Search went hybrid. Keyword search over SQLite FTS5
with BM25 ranking is fast and precise and finds documents that contain your terms; it’s also blind to anything phrased differently than you searched. Semantic search over article embeddings finds meaning and misses exact strings. Herald now runs both in parallel, merges and deduplicates, and tags each hit as fts, semantic, or both. The piece I like is the cost: the scoring pipeline already generates an embedding for every article to do group clustering, so persisting that same vector for search adds zero additional model calls. The embedding was already paid for; it was just being thrown away.
The embeddings themselves got smarter about what they encode. Instead of vectorizing title-plus-body, Herald now feeds the embedder labeled metadata – feed title, author, categories – alongside the content. The source becomes part of the vector. An article from Schneier on Security clusters differently from a same-topic article off Hacker News, because the byline is a feature now, not noise. It also invalidated every embedding I had, which is why the reclassification migration above had a busy week.
What’s still soft
The honest bounds, because a hardening writeup that claims it’s finished is lying.
The screen is still a small local model, and a small model can still be talked past. But notice how weak the adversary actually is here. The jailbreaks you read about are a determined human in an interactive session with unlimited retries, watching the model’s answers and adapting. A feed item is a static page. It gets one blind shot against a model whose entire authority is to return suspicious or safe and write a summary – no tool to hijack, no session to steer, no second turn. Prompt injection is dangerous in proportion to what the model can do, and this one can do almost nothing. The nonce closes the fence breakout completely; what’s left is an article that argues persuasively for a verdict that gets logged. That’s a smaller problem than the literature makes it sound, because the literature is mostly about agents with real powers.
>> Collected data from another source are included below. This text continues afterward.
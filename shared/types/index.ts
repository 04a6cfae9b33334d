export * from './plan-request';
export * from './plan';
export * from './api';
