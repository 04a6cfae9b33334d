import { provideHttpClient } from '@angular/common/http';
import { HttpTestingController, provideHttpClientTesting } from '@angular/common/http/testing';
import { TestBed } from '@angular/core/testing';
import { provideRouter } from '@angular/router';
import type { TeamInsightDto } from '../../../../shared/types/plan-api';
import { TeamInsightPage } from './team-insight-page';

const data: TeamInsightDto = {
  teamId: 't1',
  squadSize: 3,
  sessions: [
    {
      planId: 'p1',
      date: '2026-11-20',
      createdAt: '2026-11-20T10:00:00Z',
      kind: 'training',
      present: 3,
      recorded: true,
      cameLate: 1,
      leftEarly: 0,
      touches: {},
    },
    {
      planId: 'p2',
      date: '2026-11-27',
      createdAt: '2026-11-27T10:00:00Z',
      kind: 'training',
      present: 2,
      recorded: false,
      cameLate: 0,
      leftEarly: 0,
      touches: {},
    },
  ],
  players: [
    {
      playerId: 'a',
      displayName: 'Ada K.',
      active: true,
      sessionsAttended: 2,
      totalTouches: 160,
      averageTouches: 80,
    },
    {
      playerId: 'b',
      displayName: 'Bo L.',
      active: true,
      sessionsAttended: 2,
      totalTouches: 150,
      averageTouches: 75,
    },
    {
      playerId: 'c',
      displayName: 'Cy M.',
      active: true,
      sessionsAttended: 1,
      totalTouches: 40,
      averageTouches: 40,
    },
  ],
  estimateNote: 'Touches are estimates from per-activity rates.',
};

describe('TeamInsightPage', () => {
  it('shows the text summary beside the charts, naming who gets less of the ball', async () => {
    TestBed.configureTestingModule({
      imports: [TeamInsightPage],
      providers: [provideHttpClient(), provideHttpClientTesting(), provideRouter([])],
    });
    const fixture = TestBed.createComponent(TeamInsightPage);
    fixture.componentRef.setInput('teamId', 't1');
    fixture.detectChanges();
    const http = TestBed.inject(HttpTestingController);
    http.expectOne('/api/teams/t1/insight').flush(data);
    http.expectOne('/api/teams/t1').flush({ id: 't1', name: 'U8 Hares' });
    await fixture.whenStable();
    const el = fixture.nativeElement as HTMLElement;
    const summary = el.querySelector('[data-testid=insight-summary]')?.textContent ?? '';
    expect(summary).toContain('On average 2.5 of 3 players came to each of 2 sessions.');
    expect(summary).toContain('Every player came to at least half of them.');
    expect(summary).toContain('Counted as came: 1 late arrival.');
    expect(summary).not.toContain('Came least');
    expect(summary).toContain('Getting less of the ball: Cy M. (about 40)');
    expect(el.querySelectorAll('canvas[role=img]').length).toBe(2);
    const rows = Array.from(el.querySelectorAll('[data-testid=touches-table] tbody tr'));
    expect(rows[0].textContent).toContain('Cy M.');
    expect(rows[0].className).toContain('cw-insight__low');
    expect(el.querySelector('h1')?.textContent).toContain('U8 Hares');
  });
});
Sanitization is only as good as the bluemonday policy, and HTML sanitizers have a long history of bypasses. Keep it in perspective, though: sanitized HTML is safer than raw, but every one of us browses the unsanitized web all day long. It’s usually fine, until it isn’t. Stripping <script> from a stored article is a real improvement over not doing it, not a wall between the reader and catastrophe. The retry classification is correct now, but “is this error transient” is a heuristic, and heuristics have edges.
What changed in v0.2.0 isn’t that Herald is secure. It’s that the layers I claimed to have actually run, in the order I claimed, on every path instead of most of them. A lower bar than “secure,” and a much higher one than where I started.
Which leaves two principles, in the order of how much they actually buy you.
The first and most fundamental: don’t let an agentic AI read untrusted content outside of a tightly limited sandbox. Every defense in this post is a consolation prize for having exposed a model to hostile input at all. Herald gets away with it because its agent is nearly powerless – it classifies and summarizes and can touch nothing else. The moment you hand the thing reading your feeds a shell, or your email, or your calendar, the screening model stops being a nice-to-have and the sandbox stops being optional.
The second, which this whole post is one long demonstration of: don’t assume your defenses work. A layer is only a layer if it executes – not if it’s described in a comment, applied to three paths out of six, or sitting in front of one of two doors. I had a fence a feed could climb over, a gate that lived in a comment, a sanitizer guarding one of two doors, and a security alarm that fired on its own truncated requests, and every one of them looked correct in the diagram. The diagram was right the whole time. The code is what I had to read.